Kiran ran for class representative during the first month of school, and to Pallavi’s surprise, he got elected. “He captured a lot of people’s attention,” she says.

In 1973, Kiran and Pallavi graduated, married and moved to Zambia, where they practiced medicine for several years before coming to the U.S.

Pallavi, who developed a successful pediatric practice in Tampa, has been actively involved in her husband’s philanthropic activities. “We feel that if we can help more people get an education, they can help us make the world a better place,” she says.

Kiran and Pallavi — their friends and family call them Dr. K and Dr. P — have lived in the same home in Tampa for more than 30 years but are now building a home that reflects both their heritage and wealth — a 68,000-sq.-ft. Indian-style estate on 17 acres, with separate homes for the Patels’ three children and their families, including six grandchildren. The complex includes a movie theater, Hindu temple, golf simulator room and 12-car garage. The Patels say their aim is to keep the family together for the next generation.

“All three children are settled in the Tampa Bay area,” says Pallavi, who retired from her pediatric practice in 2016. “We thought it would be wonderful to have everybody on one estate in their own spaces.”

The Patels’ son, Shilen, is CEO of HealthAxis Group, a health care technology-services firm in Tampa. Their older daughter, Sonali, is a family physician in Tampa. Younger daughter Sheetal is a radiologist with an MBA from USF. In recent years, she has gotten involved in the family’s hospitality and real estate holdings.

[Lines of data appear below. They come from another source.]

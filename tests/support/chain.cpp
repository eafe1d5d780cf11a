#include "chain.hpp"

#include <stdexcept>

namespace chain
{
using namespace carlin;

const StageSolution& Run::stage(const std::string& name, const std::string& load_case) const
{
  for (const CaseSolution& solved : first().cases)
    if (load_case.empty() || solved.name == load_case)
      for (const StageSolution& found : solved.stages)
        if (found.name == name)
          return found;
  throw std::runtime_error("no stage " + name);
}

Vector6 Run::displacement(const std::string& point, const std::string& stage_name) const
{
  const Index node = node_at(*first().structure, point);
  return stage(stage_name).displacement.segment<6>(6 * node);
}

Vector6 Run::reaction(const std::string& point, const std::string& stage_name) const
{
  const StageSolution& found = stage(stage_name);
  const Index node = node_at(*first().structure, point);
  const VectorX values = first().solver->reactions(found.displacement, found.applied);
  const std::vector<Index>& held = first().solver->held_freedoms();
  Vector6 at_point = Vector6::Zero();
  for (std::size_t h = 0; h < held.size(); ++h)
    if (held[h] / 6 == node)
      at_point[held[h] % 6] = values[static_cast<Index>(h)];
  return at_point;
}

const TankResult& Run::tank(const std::string& stage_name, Index tank) const
{
  return stage(stage_name).mounts_high.tanks.at(static_cast<std::size_t>(tank));
}

const CollarResult& Run::collar(const std::string& name, const std::string& stage_name,
                                Index tank_index) const
{
  const Tank& described = first().craft.tanks.at(static_cast<std::size_t>(tank_index));
  for (std::size_t c = 0; c < described.collars.size(); ++c)
    if (described.collars[c].name == name)
      return tank(stage_name, tank_index).collars.at(c);
  throw std::runtime_error("no collar " + name);
}

Run run(const std::string& name)
{
  const std::filesystem::path file =
      std::filesystem::path(CARLIN_SOURCE_DIR) / "tests/verification/models" / (name + ".yaml");
  return {run_job(read_model(file), {})};
}

Run run_text(const std::string& text) { return {run_job(read_model_text(text, "test.yaml"), {})}; }
} // namespace chain
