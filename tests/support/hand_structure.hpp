#pragma once

#include "carlin/structure/structure.hpp"

#include <array>
#include <string>
#include <tuple>
#include <vector>

/// Structures put together by hand, for tests of recovery and checks that must not depend on the
/// lattice. Every node is a mesh point.
namespace carlin::testing
{
struct HandStructure
{
  Mesh mesh;
  Structure structure;

  Index add_plate_part(const std::string& name, PlateKind kind = PlateKind::plating);
  Index add_member_part(const std::string& name);
  /// Merges points that coincide.
  Index add_point(const Vector3& position);
  /// A copy of a point's node, as a joint makes it.
  Index add_copy(Index node);
  Index add_section(const ShellSection& section);
  Index add_section(const MemberSection& section);

  /// Grid of shells over a flat quadrilateral; corners in order round, n1 cells along 1-2.
  void add_plate(Index part, Index section, const std::array<Vector3, 4>& corners, Index n1,
                 Index n2);
  /// Run of member elements between two places; centroids `offset` from the nodes.
  void add_run(Index part, Index section, const Vector3& from, const Vector3& to, Index n,
               const Vector3& upright, const Vector3& offset = Vector3::Zero());
  void hold(Index node, std::initializer_list<Index> components);
  /// Stiffness and node areas; call last.
  void finish();

private:
  std::vector<std::tuple<long, long, long>> keys_;
};

/// Box hull without ends: bottom, deck and sides of one thickness with bulkheads at each of
/// `bulkheads`. Length along x from 0, y from -beam/2, z from 0. Parts bottom, deck, port,
/// starboard, "bulkhead <i>"; stations "station-<i>" at the bulkheads.
struct BoxHull
{
  double length = 0.0, beam = 0.0, depth = 0.0, cell = 0.0; // [m]
  std::vector<double> bulkheads;                            // x [m]
  ShellSection section;
};
HandStructure box_hull(const BoxHull& box);
} // namespace carlin::testing
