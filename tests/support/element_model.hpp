#pragma once

#include "carlin/element/member.hpp"
#include "carlin/element/shell.hpp"

#include <array>
#include <functional>
#include <map>
#include <string_view>
#include <vector>

/// A small assembler for verification tests of the elements alone: no lattice, no structure stage.
namespace carlin::testing
{
struct ModelShell
{
  std::array<Index, 4> nodes{};
  ShellSection section;
};

struct ModelMember
{
  std::array<Index, 2> nodes{};
  MemberSection section;
  Vector3 offset_1 = Vector3::Zero(), offset_2 = Vector3::Zero(), upright = Vector3::UnitZ();
};

class ElementModel
{
public:
  Index add_node(const Vector3& place);
  void add_shell(const std::array<Index, 4>& nodes, const ShellSection& section);
  void add_member(const ModelMember& member);

  /// Holds freedoms named by letters: u v w along x y z, a b c about x y z.
  void fix(Index node, std::string_view freedoms);
  void prescribe(Index node, Index component, double value);
  void add_force(Index node, Index component, double value);
  void add_forces(Index node, const Vector6& values);
  /// Work-equivalent loads of one element, kept for its section forces too.
  void add_member_load(Index member, const Vector12& forces);
  void add_shell_load(Index shell, const Vector24& forces);
  /// Force per area along a fixed direction over all shells [N/m^2].
  void add_surface_load(const Vector3& force_per_area);
  /// Force spread over the chord between two neighbouring nodes, half to each.
  void add_edge_force(Index node_1, Index node_2, const Vector3& force);

  /// Solves; freedoms that no element touches stay zero. @throws std::runtime_error for a
  /// mechanism.
  void solve();

  Vector6 motion(Index node) const { return displacement_.segment<6>(6 * node); }
  double motion(Index node, Index component) const { return displacement_(6 * node + component); }
  Vector6 reaction(Index node) const { return residual_.segment<6>(6 * node); }
  double work() const; ///< half of applied force times displacement [J]
  Vector24 shell_motion(Index shell) const;
  ShellState state(Index shell, double xi, double eta, double temperature_rise) const;
  MemberForces forces(Index member) const;

  QuadPoints points(Index shell) const;
  MemberGeometry geometry(Index member) const;
  const std::vector<Vector3>& nodes() const { return nodes_; }
  const std::vector<ModelShell>& shells() const { return shells_; }
  const std::vector<ModelMember>& members() const { return members_; }
  Vector3 material_axis = Vector3(1.0, 0.0, 0.0); ///< of all shells; must not be normal to any

  /// Stiffness of all freedoms, unsupported.
  SparseMatrix stiffness() const;

private:
  VectorX applied() const;

  std::vector<Vector3> nodes_;
  std::vector<ModelShell> shells_;
  std::vector<ModelMember> members_;
  std::map<Index, double> prescribed_;
  std::map<Index, double> loads_;
  std::map<Index, Vector12> member_loads_;
  VectorX displacement_, residual_;
};

/// Structured mesh: nodes (i, j) at s = i / n1, t = j / n2, numbered i (n2 + 1) + j from `first`.
struct Grid
{
  Index n1 = 0, n2 = 0, first = 0;
  Index node(Index i, Index j) const { return first + i * (n2 + 1) + j; }
  Index shell(Index i, Index j) const { return first_shell + i * n2 + j; }
  Index first_shell = 0;
};
Grid add_grid(ElementModel& model, Index n1, Index n2, const ShellSection& section,
              const std::function<Vector3(double, double)>& place);

/// Steel-like isotropic section with no mass, reference at mid-thickness.
ShellSection plate(double youngs_modulus, double poissons_ratio, double thickness);
} // namespace carlin::testing
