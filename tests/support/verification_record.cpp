#include "verification_record.hpp"

#include <cmath>
#include <cstdlib>
#include <fstream>
#include <iomanip>
#include <sstream>
#include <stdexcept>
#include <string>

namespace carlin::testing
{
namespace
{
std::string quoted(std::string_view text)
{
  std::string out = "\"";
  for (const char c : text)
    out += c == '"' ? std::string("\"\"") : std::string(1, c);
  return out + "\"";
}

std::string_view name_of(ToleranceClass tolerance)
{
  switch (tolerance)
  {
  case ToleranceClass::round_off:
    return "round-off";
  case ToleranceClass::printing:
    return "printing";
  case ToleranceClass::discretisation:
    return "discretisation";
  }
  throw std::logic_error("unknown tolerance class");
}
} // namespace

double record(const VerificationRecord& line)
{
  const double error = (line.computed - line.published) / std::abs(line.published);
  const char* file = std::getenv("CARLIN_VERIFICATION_CSV");
  if (file == nullptr || *file == '\0')
    return error;
  // One write a line, so that tests running at the same time do not mix theirs.
  std::ostringstream row;
  row << quoted(line.subject) << ',' << quoted(line.source) << ',' << quoted(line.quantity) << ','
      << std::setprecision(10) << line.published << ',' << line.computed << ','
      << std::setprecision(3) << error << ',' << name_of(line.tolerance) << '\n';
  std::ofstream out(file, std::ios::app);
  out << row.str() << std::flush;
  if (!out)
    throw std::runtime_error(std::string(file) + ": cannot be written");
  return error;
}
} // namespace carlin::testing
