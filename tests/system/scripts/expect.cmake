# Runs COMMAND (a list) and checks its exit status and that its output matches MATCH; CTest's own
# PASS_REGULAR_EXPRESSION would ignore the exit status. ABSENT: a path that must not exist afterwards.
execute_process(COMMAND ${COMMAND} WORKING_DIRECTORY ${FOLDER} RESULT_VARIABLE code
  OUTPUT_VARIABLE output ERROR_VARIABLE errors)
string(APPEND output "${errors}")
if(NOT code STREQUAL EXIT)
  message(FATAL_ERROR "exit status is ${code}, expected ${EXIT}; output:\n${output}")
endif()
if(NOT output MATCHES "${MATCH}")
  message(FATAL_ERROR "output does not match '${MATCH}':\n${output}")
endif()
if(ABSENT AND EXISTS "${ABSENT}")
  message(FATAL_ERROR "${ABSENT} was left behind")
endif()
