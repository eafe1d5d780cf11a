#include "hand_structure.hpp"

#include <algorithm>
#include <cmath>
#include <span>

namespace carlin::testing
{
Index HandStructure::add_plate_part(const std::string& name, PlateKind kind)
{
  MeshPart part;
  part.name = part.family = name;
  part.plate_kind = kind;
  mesh.parts.push_back(part);
  return static_cast<Index>(mesh.parts.size()) - 1;
}

Index HandStructure::add_member_part(const std::string& name)
{
  const Index part = add_plate_part(name);
  mesh.parts.back().kind = MeshPart::Kind::member;
  return part;
}

Index HandStructure::add_point(const Vector3& position)
{
  const auto key = std::tuple{std::lround(1e7 * position.x()), std::lround(1e7 * position.y()),
                              std::lround(1e7 * position.z())};
  const auto found = std::ranges::find(keys_, key);
  if (found != keys_.end())
    return found - keys_.begin();
  keys_.push_back(key);
  mesh.points.push_back(position);
  structure.nodes.push_back(position);
  structure.node_point.push_back(static_cast<Index>(keys_.size()) - 1);
  return static_cast<Index>(keys_.size()) - 1;
}

Index HandStructure::add_copy(Index node)
{
  structure.nodes.push_back(structure.nodes[static_cast<std::size_t>(node)]);
  structure.node_point.push_back(structure.node_point[static_cast<std::size_t>(node)]);
  return static_cast<Index>(structure.nodes.size()) - 1;
}

Index HandStructure::add_section(const ShellSection& section)
{
  structure.shell_sections.push_back(section);
  return static_cast<Index>(structure.shell_sections.size()) - 1;
}

Index HandStructure::add_section(const MemberSection& section)
{
  structure.member_sections.push_back(section);
  return static_cast<Index>(structure.member_sections.size()) - 1;
}

void HandStructure::add_plate(Index part, Index section, const std::array<Vector3, 4>& corners,
                              Index n1, Index n2)
{
  const auto at = [&](Index i, Index j)
  {
    const double s = static_cast<double>(i) / static_cast<double>(n1);
    const double t = static_cast<double>(j) / static_cast<double>(n2);
    return add_point((1 - s) * ((1 - t) * corners[0] + t * corners[3]) +
                     s * ((1 - t) * corners[1] + t * corners[2]));
  };
  for (Index i = 0; i < n1; ++i)
    for (Index j = 0; j < n2; ++j)
    {
      const std::array<Index, 4> nodes{at(i, j), at(i + 1, j), at(i + 1, j + 1), at(i, j + 1)};
      structure.shells.push_back({nodes, part, section, static_cast<Index>(mesh.cells.size())});
      mesh.cells.push_back({nodes, part});
    }
}

void HandStructure::add_run(Index part, Index section, const Vector3& from, const Vector3& to,
                            Index n, const Vector3& upright, const Vector3& offset)
{
  Run run;
  run.part = part;
  for (Index i = 0; i <= n; ++i)
    run.points.push_back(
        add_point(from + static_cast<double>(i) / static_cast<double>(n) * (to - from)));
  for (Index i = 0; i < n; ++i)
  {
    const auto at = static_cast<std::size_t>(i);
    run.upright.push_back(upright);
    Member member;
    member.nodes = {run.points[at], run.points[at + 1]};
    member.part = part;
    member.section = section;
    member.run = static_cast<Index>(mesh.runs.size());
    member.segment = i;
    member.offset_1 = member.offset_2 = offset;
    member.upright = upright;
    structure.members.push_back(member);
  }
  mesh.runs.push_back(run);
}

void HandStructure::hold(Index node, std::initializer_list<Index> components)
{
  for (const Index component : components)
    structure.supported.push_back({.freedom = 6 * node + component});
}

void HandStructure::finish()
{
  structure.mesh = &mesh;
  const auto size = static_cast<Index>(6 * structure.nodes.size());
  std::vector<Eigen::Triplet<double>> entries;
  const auto add = [&](const MatrixX& element, std::span<const Index> nodes)
  {
    for (Index column = 0; column < element.cols(); ++column)
      for (Index row = 0; row < element.rows(); ++row)
        entries.emplace_back(
            static_cast<int>(6 * nodes[static_cast<std::size_t>(row / 6)] + row % 6),
            static_cast<int>(6 * nodes[static_cast<std::size_t>(column / 6)] + column % 6),
            element(row, column));
  };
  structure.node_area = VectorX::Zero(size / 6);
  for (const Shell& shell : structure.shells)
  {
    const QuadPoints points = shell_points(structure, shell);
    add(shell_stiffness(points, structure.shell_sections[static_cast<std::size_t>(shell.section)],
                        material_axis(structure, shell)),
        shell.nodes);
    for (const Index node : shell.nodes)
      structure.node_area[node] += 0.25 * shell_area(points);
  }
  for (const Member& member : structure.members)
    add(member_stiffness(member_geometry(structure, member),
                         structure.member_sections[static_cast<std::size_t>(member.section)]),
        member.nodes);
  structure.stiffness.resize(size, size);
  structure.stiffness.setFromTriplets(entries.begin(), entries.end());
  structure.mass.resize(size, size);
}

HandStructure box_hull(const BoxHull& box)
{
  HandStructure hull;
  const Index section = hull.add_section(box.section);
  const double y = 0.5 * box.beam, z = box.depth, x = box.length;
  const auto cells = [&](double side)
  { return std::max<Index>(1, static_cast<Index>(std::lround(side / box.cell))); };
  const Index nx = cells(x), ny = cells(box.beam), nz = cells(z);
  // Corners so that the right-hand normal points inward.
  const Index bottom = hull.add_plate_part("bottom");
  hull.mesh.parts.back().surface = Surface::bottom;
  const Index deck = hull.add_plate_part("deck");
  hull.mesh.parts.back().surface = Surface::deck;
  const Index port = hull.add_plate_part("port"), starboard = hull.add_plate_part("starboard");
  hull.add_plate(bottom, section, {{{0, -y, 0}, {x, -y, 0}, {x, y, 0}, {0, y, 0}}}, nx, ny);
  hull.add_plate(deck, section, {{{0, y, z}, {x, y, z}, {x, -y, z}, {0, -y, z}}}, nx, ny);
  hull.add_plate(port, section, {{{0, y, 0}, {x, y, 0}, {x, y, z}, {0, y, z}}}, nx, nz);
  hull.add_plate(starboard, section, {{{0, -y, z}, {x, -y, z}, {x, -y, 0}, {0, -y, 0}}}, nx, nz);
  for (std::size_t i = 0; i < box.bulkheads.size(); ++i)
  {
    const double at = box.bulkheads[i];
    const Index part = hull.add_plate_part("bulkhead " + std::to_string(i), PlateKind::bulkhead);
    hull.mesh.parts.back().surface = Surface::station;
    hull.add_plate(part, section, {{{at, -y, 0}, {at, y, 0}, {at, y, z}, {at, -y, z}}}, ny, nz);
    hull.mesh.stations.push_back({"station-" + std::to_string(i), at, 0.0});
  }
  hull.finish();
  return hull;
}
} // namespace carlin::testing
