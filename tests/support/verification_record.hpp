#pragma once

#include <string_view>

/// Lines of the verification table, collected from a run.
namespace carlin::testing
{
/// Why a tolerance is what it is.
enum class ToleranceClass
{
  round_off,      ///< the element contains the solution
  printing,       ///< half a unit of the last printed digit
  discretisation, ///< the error expected at this mesh
};

/// One comparison with a published or independently computed value.
struct VerificationRecord
{
  std::string_view subject;  ///< case and mesh: "C4.1 Scordelis-Lo roof, 16 x 16"
  std::string_view source;   ///< who published or how it was computed
  std::string_view quantity; ///< what is compared, with its unit
  double published = 0.0;
  double computed = 0.0;
  ToleranceClass tolerance = ToleranceClass::discretisation;
};

/// Appends "subject,source,quantity,published,computed,relative error,tolerance class" to the file
/// named by the environment variable CARLIN_VERIFICATION_CSV; does nothing if it is not set.
/// @return The relative error, (computed - published) / |published|.
/// @throws std::runtime_error if the file cannot be written.
double record(const VerificationRecord& line);
} // namespace carlin::testing
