#pragma once

#include "carlin/job/job.hpp"

#include <string>

/// Runs a model file of tests/verification/models through the program's own path, and reads results
/// by name.
namespace chain
{
struct Run
{
  carlin::RunResult result;

  const carlin::ConfigurationSolution& first() const { return result.configurations.front(); }
  /// Stage by name of the first case (or of the named one).
  const carlin::StageSolution& stage(const std::string& name,
                                     const std::string& load_case = "") const;
  /// Displacement (3 translations, 3 rotations) of a frame point.
  carlin::Vector6 displacement(const std::string& point, const std::string& stage_name) const;
  /// Reaction of supports at a frame point: forces and moments of the support on the structure.
  carlin::Vector6 reaction(const std::string& point, const std::string& stage_name) const;
  /// Mounts of the first tank (slides and grips at the high end).
  const carlin::CollarResult& collar(const std::string& name, const std::string& stage_name,
                                     carlin::Index tank = 0) const;
  const carlin::TankResult& tank(const std::string& stage_name, carlin::Index tank = 0) const;
};

/// @param name File name under tests/verification/models, without ".yaml".
Run run(const std::string& name);
/// @param text Model text.
Run run_text(const std::string& text);
} // namespace chain
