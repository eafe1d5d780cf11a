#pragma once

#include "verification_record.hpp"

#include "carlin/mounts/mounts.hpp"

#include <cmath>
#include <limits>
#include <string>

/// Tanks of part G of the verification book, for tests of the mounts without a hull model.
namespace carlin::testing
{
inline constexpr double rigid = std::numeric_limits<double>::infinity();

/// A foot at the ring's own centre: stiff along the tank as given, rigid otherwise.
inline Foot foot_at(const Vector3& point, double along = rigid, double upright = rigid)
{
  Foot foot;
  foot.name = "foot";
  foot.footprint.centre = point;
  foot.stiffness = {along, rigid, upright, rigid, rigid, rigid};
  return foot;
}

inline Collar collar_at(const Tank& tank, const std::string& name, double position,
                        double along = rigid, double upright = rigid)
{
  Collar collar;
  collar.name = name;
  collar.position = position;
  const Vector3 axis = (tank.axis_to - tank.axis_from).normalized();
  collar.feet = {foot_at(tank.axis_from + position * axis, along, upright)};
  return collar;
}

inline void make_slide(Collar& collar, SlidesAt where, double friction)
{
  collar.kind = CollarKind::sliding;
  collar.slides_at = where;
  collar.friction = {friction, friction};
}

inline Tank bare_tank(double length, double axial_stiffness, double bending_stiffness = 4e6)
{
  Tank tank;
  tank.name = "tank-1";
  tank.axis_to = Vector3(length, 0.0, 0.0);
  tank.diameter = 0.448;
  tank.axial_stiffness = axial_stiffness;
  tank.bending_stiffness = bending_stiffness;
  return tank;
}

inline Index foot_count(const std::vector<Tank>& tanks)
{
  return static_cast<Index>(feet_of(tanks).size());
}

inline MountStage quiet_stage(const std::vector<Tank>& tanks, const std::string& name = "fitting")
{
  MountStage stage;
  stage.name = name;
  stage.tanks.resize(tanks.size());
  stage.foot_motion = VectorX::Zero(6 * foot_count(tanks));
  return stage;
}

inline MatrixX rigid_bed(const std::vector<Tank>& tanks)
{
  return MatrixX::Zero(6 * foot_count(tanks), 6 * foot_count(tanks));
}

/// Relative error, written to the verification table as well.
inline double error_of(const std::string& subject, const std::string& quantity, double expected,
                       double found, ToleranceClass tolerance = ToleranceClass::printing)
{
  record({subject, "verification book, part G", quantity, expected, found, tolerance});
  return expected == 0.0 ? std::abs(found) : std::abs(found / expected - 1.0);
}
} // namespace carlin::testing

Like most families, the Patels aren’t always harmonious. Four years ago, Patel feuded with his brother-in-law Chetan Shah over efforts to bring the “Bollywood Oscars” to Tampa. Shah had been instrumental in persuading event organizers to choose Tampa as the host city, but when financial difficulties emerged, Patel took over and saw the event through to its end, triggering a series of lawsuits and counter-claims. Ultimately, the legal battle was settled out of court. Shah has since died of a heart attack.

Patel says his late brother-in-law believed, wrongly, “that if I can give charity to the world, why not him. I got dragged into the project, which was his dream, and the financial burden was put on me.”

Patel says he impressed upon his children that they were responsible for their own futures. Years ago, after he bought a Lamborghini sports car, his son, Shilen, then 8, asked if the family was rich. “I may be rich, but you are not,” Patel told him.

Patel says he began building the new home for his family only after “doing a lot of charity. First, I give to charity, then to myself. I don’t forget to use my net worth to impact the world positively.”